// levelEnd is the end of the level of equal rank that starts at i.
func (g *greedySearch) levelEnd(i int) int {
	if g.support == nil {
		return len(g.cand)
	}
	l := supportRank(g.support[g.cand[i]], g.by)
	j := i
	for j < len(g.cand) && supportRank(g.support[g.cand[j]], g.by) == l {
		j++
	}
	return j
}

// run goes on with the search until it is done (true) or its tester's
// budget runs out (false; run may be called again with a new budget, and
// repeats the test that did not fit). Adaptive group testing, in the
// manner of Hwang's generalized binary splitting ("A method for detecting
// all defective members in a population by group testing", J. Amer.
// Statist. Assoc. 67, 1972): a group that fails is halved from its front
// until its first bad edge is found, so one bad edge among g costs about
// log2 g tests, and the group after a rejection is as long as the run of
// good edges before it, doubling after each success, so runs of good
// edges cost few tests and a cluster of bad ones about one test each.
func (g *greedySearch) run() bool {
	for g.i < len(g.cand) {
		if g.report != nil && g.i >= g.nextReport {
			g.report(float64(g.i) / float64(len(g.cand)))
			g.nextReport = g.i + len(g.cand)/200 + 1
		}
		if len(g.kept) >= g.limit {
			g.rejected = append(g.rejected, g.cand[g.i:]...)
			g.i = len(g.cand)
			break
		}
		if g.i == g.end { // a new level: try it whole first
			g.end = g.levelEnd(g.i)
			g.chunk = g.end - g.i
			g.good = 0
		}
		k := min(g.chunk, g.end-g.i, g.limit-len(g.kept))
		if g.failing > 0 {
			if g.failing == 1 {
				// The kept graph is planar and fails with this edge.
				g.rejected = append(g.rejected, g.cand[g.i])
				g.i++
				g.failing = 0
				g.chunk, g.good = max(1, g.good), 0
				continue
			}
			k = g.failing / 2
		}
		group := g.cand[g.i : g.i+k]
		if k == 1 && g.failing == 0 && len(g.kept) >= localProofSize && g.proofTried != g.i {
			// g.proofTried: a test that did not fit the budget is repeated
			// on re-entry, without a second proof or back-off step.
			g.proofTried = g.i
			if g.proof == nil {
				g.proof = newLocalProof(g.t.n, g.t.edges, g.kept)
			}
			if g.proofSkip > 0 {
				g.proofSkip--
			} else {
				proved, spent := g.proof.rejects(group[0], max(localProofWork, len(g.kept)/4))
				g.t.budget.spend(spent) // counted work, as the tests' (an overdraft stops the next test)
				if proved {
					g.rejected = append(g.rejected, group[0])
					g.i++
					g.good = 0
					g.proofMisses = 0
					continue
				}
				// After m failed proofs in a row, skip the next m
				// candidates: where tubes prove nothing (a random
				// graph) the proofs cost little, where they do they
				// are never skipped.
				g.proofMisses++
				g.proofSkip = g.proofMisses
			}
		}
		p, ok := g.planar(group)
		if !ok {
			return false
		}
		switch {
		case p:
			if g.i == 0 && k == g.triangles {
				g.tookTriangles = true
			}
			g.kept = append(g.kept, group...)
			if g.proof != nil {
				g.proof.add(group)
			}
			g.i += k
			g.good += k
			if g.failing > 0 {
				g.failing -= k // the failing group's first bad edge is further on
			} else {
				g.chunk = 2 * k
			}
		default:
			g.failing = k
		}
	}
	return true
}

// planar tests the kept graph plus group, on the skeleton (see skeleton)
// when group is one edge and the skeleton pays; ok is false when the
// budget ran out. A skeleton test is charged as the whole test it stands
// for, so that the search takes the same course either way (bothOrders
// shares out work by these charges).
func (g *greedySearch) planar(group []int32) (p, ok bool) {
	if len(group) != 1 || g.noSkeleton || len(g.kept) < skeletonSize {
		return g.t.planar(g.kept, group)
	}
	if g.skeleton == nil {
		g.skeleton = newSkeleton(g.t.n, g.t.edges)
	}
	if g.skeleton.kept != len(g.kept) { // the kept list only grows, at its end
		if !g.skeleton.build(g.kept, g.t.n+len(g.kept)) {
			g.noSkeleton = true // it only grows faster than the kept graph: it would not pay later
			g.skeleton = nil
			return g.t.planar(g.kept, group)
		}
	}
	g.t.tests++
	if !g.t.budget.spend(len(g.kept) + 1) {
		return false, false
	}
	return g.skeleton.planarWith(group[0]), true
}

// result returns the rejected edges, sorted, once run is done.
func (g *greedySearch) result() []int32 {
	if !g.sorted {
		slices.Sort(g.rejected)
		g.sorted = true
	}
	return g.rejected
}

// seedStart says whether a block gets the dense seed, and how to start it.
type seedStart struct {
	dense    bool
	triangle int32 // an edge on a triangle, or -1 when the block has none
}

// analyseBlock decides the seed of a block and returns the triangle counts
// of its edges for the greedy order (nil when they cost too much).
// Counting triangles (Chiba and Nishizeki) costs O(m) times the
// arboricity, which on a dense block is about n, so there it stops after
// supportWork steps per edge; the block then looks for one triangle with
// O(m) work, or proves it has none by being bipartite.
func analyseBlock(n int, edges [][2]int32, g csr) (start seedStart, support []int32) {
	if n < 5 || len(edges) == 0 || int64(len(edges))*16 < int64(n)*int64(n) {
		return seedStart{}, triangleSupport(n, edges, -1)
	}
	if support = triangleSupport(n, edges, supportWork*len(edges)); support != nil {
		// Start from the edge the greedy order puts first: on most
		// triangles (counts capped as bySupport caps them), first in edge
		// order among equals.
		start = seedStart{dense: true, triangle: -1}
		best := int32(0)
		for e, c := range support {
			if c = min(c, maxSupportLevel); c > best {
				start.triangle, best = int32(e), c
			}
		}
		return start, support
	}
	if e := findTriangle(n, edges, g, 2*len(edges)); e >= 0 {
		return seedStart{dense: true, triangle: e}, nil
	}
	if bipartite(n, edges, g) {
		return seedStart{dense: true, triangle: -1}, nil
	}
	return seedStart{}, nil // no proof either way: the plain greedy search
}

// supportWork bounds the triangle counting on a dense block, in steps per
// edge.
const supportWork = 64

// findTriangle returns the first edge, in edge order, that lies on a
// triangle, giving up (-1) once it has spent work steps.
func findTriangle(n int, edges [][2]int32, g csr, work int) int32 {
	mark := make([]int32, n)
	for e, uv := range edges {
		u, v := uv[0], uv[1]
		if work -= int(g.start[u+1] - g.start[u] + g.start[v+1] - g.start[v]); work < 0 {
			return -1
		}
		if _, _, ok := triangleOn(edges, g, int32(e), mark); ok {
			return int32(e)
		}
	}
	return -1
}
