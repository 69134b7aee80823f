package planarize

import "slices"

// KuratowskiKind names the two obstructions of Kuratowski's theorem.
type KuratowskiKind int

const (
	K33 KuratowskiKind = iota // a subdivision of K3,3
	K5                        // a subdivision of K5
)

func (k KuratowskiKind) String() string {
	if k == K5 {
		return "K5"
	}
	return "K3,3"
}

// A Kuratowski subgraph certifies that a graph is not planar: a subdivision
// of K5 or K3,3 (K. Kuratowski, "Sur le problème des courbes gauches en
// topologie", Fund. Math. 15, 1930).
type Kuratowski struct {
	Kind   KuratowskiKind
	Edges  []int32   // indices into the edge list given
	Branch []int32   // the 5 or 6 branch vertices
	Paths  [][]int32 // one vertex path per edge of K5 or K3,3, branch vertex to branch vertex
}

// Budget bounds the work of a search in edge visits of planarity tests, so
// that the result never depends on timing. A nil Budget is unlimited.
type Budget struct{ Left int64 }

func (b *Budget) spend(m int) bool {
	if b == nil {
		return true
	}
	b.Left -= int64(m) + 1
	return b.Left >= 0
}

// tester runs planarity tests on subsets of one edge list, reusing buffers.
type tester struct {
	n      int
	edges  [][2]int32
	buf    [][2]int32
	budget *Budget
	tests  int
	lr     lr
}

// pick returns the edges with the given indices, in a new slice.
func (t *tester) pick(idx []int32) [][2]int32 {
	out := make([][2]int32, len(idx))
	for i, e := range idx {
		out[i] = t.edges[e]
	}
	return out
}

// planar tests the union of the given index sets; ok is false when the
// budget ran out (the verdict is then meaningless).
func (t *tester) planar(sets ...[]int32) (planar, ok bool) {
	t.buf = t.buf[:0]
	for _, s := range sets {
		for _, i := range s {
			t.buf = append(t.buf, t.edges[i])
		}
	}
	t.tests++
	if !t.budget.spend(len(t.buf)) {
		return false, false
	}
	return t.lr.isPlanar(t.n, t.buf), true
}

// FindKuratowski returns a Kuratowski subgraph of the non-planar simple
// graph formed by the edges with indices in subset (all edges when subset
// is nil). The search stays in the block of the first edge of must and
// prefers the edges of must: when every non-planar subgraph of subset
// contains them (as for an edge removed from a planar graph: subset is
// the kept graph plus that edge) the result contains them all; otherwise
// an edge of must may be left out.
// It deletes edges in adaptively sized groups while the rest stays
// non-planar (the group-testing scheme of delta debugging, Zeller and
// Hildebrandt 2002); an edge-minimal non-planar graph is a subdivision of K5
// or K3,3. The second result is false if the graph is planar or the budget
// ran out.
func FindKuratowski(n int, edges [][2]int32, subset, must []int32, budget *Budget) (*Kuratowski, bool) {
	return findKuratowskiIn(n, edges, subset, must, budget, true)
}

// findKuratowskiIn is FindKuratowski; narrow says whether a large subset
// may first be narrowed to a tube around must[0] (see nearFirst).
func findKuratowskiIn(n int, edges [][2]int32, subset, must []int32, budget *Budget, narrow bool) (*Kuratowski, bool) {
	if subset == nil {
		subset = make([]int32, len(edges))
		for i := range subset {
			subset[i] = int32(i)
		}
	}
	// Work on the subset alone, its vertices renumbered 0..k-1: every test
	// then costs what the subset costs, not what the whole graph does (a
	// small block of a big graph would otherwise pay for all its vertices).
	local := make(map[int32]int32, len(subset))
	var orig []int32 // local vertex -> vertex
	sub := make([][2]int32, len(subset))
	for i, e := range subset {
		for j, v := range edges[e] {
			l, ok := local[v]
			if !ok {
				l = int32(len(orig))
				local[v] = l
				orig = append(orig, v)
			}
			sub[i][j] = l
		}
	}
	at := make(map[int32]int32, len(subset)) // edge -> its place in subset
	for i, e := range subset {
		at[e] = int32(i)
	}
	var mustLocal []int32 // must edges outside subset are not part of the graph
	for _, e := range must {
		if i, ok := at[e]; ok {
			mustLocal = append(mustLocal, i)
		}
	}
	k, ok := findKuratowskiLocal(len(orig), sub, mustLocal, budget, narrow)
	if !ok {
		return nil, false
	}
	for i, e := range k.Edges {
		k.Edges[i] = subset[e]
	}
	slices.Sort(k.Edges)
	for i, v := range k.Branch {
		k.Branch[i] = orig[v]
	}
	slices.Sort(k.Branch)
	for _, path := range k.Paths {
		for i, v := range path {
			path[i] = orig[v]
		}
	}
	return k, true
}

// findKuratowskiLocal is FindKuratowski on a whole graph whose vertices
// are all used: it searches all of edges, preferring the edges in must.
func findKuratowskiLocal(n int, edges [][2]int32, must []int32, budget *Budget, narrow bool) (*Kuratowski, bool) {
	subset := make([]int32, len(edges))
	for i := range subset {
		subset[i] = int32(i)
	}
	t := &tester{n: n, edges: edges, budget: budget}
	isMust := make(map[int32]bool, len(must))
	for _, e := range must {
		isMust[e] = true
	}
	fixed := append([]int32(nil), must...)
	// narrowTo searches the tube around must[0] in rest, when it is
	// smaller than rest, on the tube's own vertices: every test then
	// costs what the tube costs, not what the whole block does.
	narrowTo := func(rest []int32) (k *Kuratowski, ok, done bool) {
		tube, ok := nearFirst(t, n, edges, fixed, rest, must[0])
		if !ok {
			return nil, false, true
		}
		if len(tube) < len(rest) {
			k, ok := findKuratowskiIn(n, edges, append(tube, fixed...), must, budget, false)
			return k, ok, true
		}
		return nil, false, false
	}
	early := narrow && len(must) > 0 && len(edges) > earlyNarrowSize
	if early {
		// Before the passes over the whole graph below: a path between
		// the ends of must[0] closes a cycle with it, so the tube reaches
		// into its block, and the search of the tube restricts itself.
		var others []int32
		for _, e := range subset {
			if !isMust[e] {
				others = append(others, e)
			}
		}
		if k, ok, done := narrowTo(others); done {
			return k, ok
		}
	}
	// Restricting to the block and pruning leaves cost a pass over the
	// graph; charge it like a test.
	if !budget.spend(len(subset) + n) {
		return nil, false
	}
	if len(must) > 0 {
		subset = blockOf(n, edges, subset, must[0])
	}
	rest := pruneLeaves(n, edges, subset, isMust)
	if narrow && !early && len(must) > 0 && len(rest) > nearFirstSize {
		if k, ok, done := narrowTo(rest); done {
			return k, ok
		}
	}
	var need []int32
	if p, ok := t.planar(fixed, rest); !ok || p {
		return nil, false
	}
	chunk := max(1, len(rest)/2)
	for len(rest) > 0 {
		k := min(chunk, len(rest))
		p, ok := t.planar(fixed, need, rest[k:])
		if !ok {
			return nil, false
		}
		if !p { // still non-planar without rest[:k]: drop them
			rest = rest[k:]
			chunk = min(2*chunk, max(1, len(rest)))
			continue
		}
		if k == 1 {
			need = append(need, rest[0])
			rest = rest[1:]
			continue
		}
		chunk = k / 2
	}
	// An edge of must can be superfluous (the rest stays non-planar
	// without it) when no Kuratowski subgraph holds all of must; drop such
	// edges so that the result is edge-minimal.
	for i := 0; i < len(fixed); {
		others := append(append([]int32(nil), fixed[:i]...), fixed[i+1:]...)
		p, ok := t.planar(others, need)
		if !ok {
			return nil, false
		}
		if p {
			i++
			continue
		}
		fixed = others
	}
	sub := append(fixed, need...)
	return classify(edges, sub)
}

// nearFirstSize is the least number of candidate edges for which the
// group deletion of findKuratowskiLocal first narrows them to a tube
// around the edge it must keep (see nearFirst). Past earlyNarrowSize
// edges it narrows before restricting to the block and pruning leaves,
// passes over the whole graph that then cost more than they save (a
// 10^5-vertex random planar graph plus 10 random pairs, whole run with its
// 8 certificates: 4.1 s instead of 4.9 s); below it, after them (G(2000,
// 6000) with its 3,649: 13.9 s, where narrowing first took 16.3 s).
const (
	nearFirstSize   = 200
	earlyNarrowSize = 20000
)

// nearFirst returns the edges of rest inside the smallest tube of radius
// 1, 2, 4, ... around a shortest path between the ends of edge e (in the
// graph of rest) that, with fixed, is non-planar, or rest itself when no
// smaller tube is (ok is false when the budget ran out). An edge removed
// from a big mesh has a Kuratowski subgraph along such a path: in a
// triangulation, the wheel around one end, three disjoint paths from the
// other end to that wheel, and the edge make a subdivision of K5, and the
// tube of radius 1 holds one. The group deletion then works on the tube's
// edges, farthest from the path first, instead of the whole block's; each
// tube costs one test and a pass over rest.
func nearFirst(t *tester, n int, edges [][2]int32, fixed, rest []int32, e int32) ([]int32, bool) {
	if !t.budget.spend(2 * len(rest)) { // the adjacency and the path search
		return nil, false
	}
	all := t.pick(rest)
	g := newCSR(n, all)
	other := func(d int32) int32 { return all[d>>1][1-d&1] }
	dist := make([]int32, n)
	for v := range dist {
		dist[v] = -1
	}
	// A shortest path from one end of e to the other, without e (which
	// is in fixed), by breadth-first search with parent darts.
	from, to := edges[e][0], edges[e][1]
	parent := make([]int32, n)
	queue := make([]int32, 0, 64)
	queue = append(queue, from)
	dist[from] = 0
	for head := 0; head < len(queue) && dist[to] < 0; head++ {
		x := queue[head]
		for _, d := range g.adj[g.start[x]:g.start[x+1]] {
			if w := other(d); dist[w] < 0 {
				dist[w], parent[w] = 0, d
				queue = append(queue, w)
			}
		}
	}
	if dist[to] < 0 {
		return rest, true // no such path: e is on no cycle of rest
	}
	for _, v := range queue {
		dist[v] = -1
	}
	// The path's vertices are the sources of the tube's search.
	queue = queue[:0]
	for v := to; ; v = all[parent[v]>>1][parent[v]&1] { // the dart's own end
		dist[v] = 0
		queue = append(queue, v)
		if v == from {
			break
		}
	}
	head := 0
	var tube []int32
	for radius := int32(1); ; radius *= 2 {
		for head < len(queue) && dist[queue[head]] < radius {
			x := queue[head]
			head++
			for _, d := range g.adj[g.start[x]:g.start[x+1]] {
				if w := other(d); dist[w] < 0 {
					dist[w] = dist[x] + 1
					queue = append(queue, w)
				}
			}
		}
		if !t.budget.spend(len(rest)) {
			return nil, false
		}
		tube = tube[:0]
		for _, i := range rest {
			if a, b := dist[edges[i][0]], dist[edges[i][1]]; a >= 0 && b >= 0 && a <= radius && b <= radius {
				tube = append(tube, i)
			}
		}
		if len(tube) == len(rest) || head == len(queue) {
			return rest, true
		}
		p, ok := t.planar(fixed, tube)
		if !ok {
			return nil, false
		}
		if !p {
			// Farthest first: the group deletion drops its leading
			// edges first, and the far ones are the likeliest to go.
			far := func(i int32) int32 { return max(dist[edges[i][0]], dist[edges[i][1]]) }
			tube = slices.Clone(tube)
			slices.SortStableFunc(tube, func(a, b int32) int { return int(far(b) - far(a)) })
			return tube, true
		}
	}
}

// blockOf returns the edges of subset that lie in the same biconnected
// component as edge e (itself in subset): a Kuratowski subgraph through e
// lies inside that block.
func blockOf(n int, edges [][2]int32, subset []int32, e int32) []int32 {
	sub := make([][2]int32, len(subset))
	at := -1
	for i, x := range subset {
		sub[i] = edges[x]
		if x == e {
			at = i
		}
	}
	if at < 0 {
		return subset
	}
	block, _ := Blocks(n, sub)
	var out []int32
	for i, x := range subset {
		if block[i] == block[at] {
			out = append(out, x)
		}
	}
	return out
}

// pruneLeaves drops, repeatedly, edges at vertices of degree one: they lie
// on no cycle and so in no Kuratowski subgraph. Edges in keep stay, and
// count towards degrees.
func pruneLeaves(n int, edges [][2]int32, subset []int32, keep map[int32]bool) []int32 {
	deg := make([]int32, n)
	start := make([]int32, n+1)
	for _, i := range subset {
		e := edges[i]
		deg[e[0]]++
		deg[e[1]]++
		if !keep[i] {
			start[e[0]+1]++
			start[e[1]+1]++
		}
	}
	for v := 1; v <= n; v++ {
		start[v] += start[v-1]
	}
	inc := make([]int32, start[n])
	pos := append([]int32(nil), start[:n]...)
	for _, i := range subset {
		if keep[i] {
			continue
		}
		for _, v := range edges[i] {
			inc[pos[v]] = i
			pos[v]++
		}
	}
	gone := make([]bool, len(edges))
	var queue []int32
	for v := range n {
		if deg[v] == 1 {
			queue = append(queue, int32(v))
		}
	}
	for len(queue) > 0 {
		v := queue[len(queue)-1]
		queue = queue[:len(queue)-1]
		if deg[v] != 1 {
			continue
		}
		for _, i := range inc[start[v]:start[v+1]] {
			if gone[i] {
				continue
			}
			gone[i] = true
			e := edges[i]
			deg[e[0]]--
			deg[e[1]]--
			if w := e[0] ^ e[1] ^ v; deg[w] == 1 {
				queue = append(queue, w)
			}
			break
		}
	}
	out := make([]int32, 0, len(subset))
	for _, i := range subset {
		if !keep[i] && !gone[i] {
			out = append(out, i)
		}
	}
	return out
}

// classify reads off the branch vertices and paths of an edge-minimal
// non-planar graph.
func classify(edges [][2]int32, sub []int32) (*Kuratowski, bool) {
	adj := make(map[int32][]int32)
	for _, i := range sub {
		e := edges[i]
		adj[e[0]] = append(adj[e[0]], i)
		adj[e[1]] = append(adj[e[1]], i)
	}
	var branch []int32
	kind := K33
	for _, i := range sub {
		for _, v := range edges[i] {
			d := len(adj[v])
			if d >= 3 && !containsVertex(branch, v) {
				branch = append(branch, v)
			}
			if d == 4 {
				kind = K5
			}
		}
	}
	want := 6
	if kind == K5 {
		want = 5
	}
	if len(branch) != want {
		return nil, false
	}
	slices.Sort(branch)
	isBranch := make(map[int32]bool, len(branch))
	for _, b := range branch {
		isBranch[b] = true
	}
	used := make(map[int32]bool)
	var paths [][]int32
	for _, b := range branch {
		for _, e0 := range adj[b] {
			if used[e0] {
				continue
			}
			path := []int32{b}
			v, e := b, e0
			for {
				used[e] = true
				w := edges[e][0] ^ edges[e][1] ^ v
				path = append(path, w)
				if isBranch[w] {
					break
				}
				if len(adj[w]) != 2 || len(path) > len(sub)+1 {
					return nil, false // not a subdivision
				}
				next := adj[w][0]
				if next == e {
					next = adj[w][1]
				}
				v, e = w, next
			}
			paths = append(paths, path)
		}
	}
	wantDeg, wantPaths := 3, 9
	if kind == K5 {
		wantDeg, wantPaths = 4, 10
	}
	for _, b := range branch {
		if len(adj[b]) != wantDeg {
			return nil, false
		}
	}
	if len(paths) != wantPaths || len(used) != len(sub) {
		return nil, false
	}
	k := &Kuratowski{Kind: kind, Edges: append([]int32(nil), sub...), Branch: branch, Paths: paths}
	slices.Sort(k.Edges)
	return k, true
}

func containsVertex(s []int32, v int32) bool { return slices.Contains(s, v) }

◆ ◆ ◆

- _WHAT YOU ARE ASKED TO DO_: Say how many lines in the data hold the string "shortest", and write nothing else.

- _REPLY TO THE TASK_: 2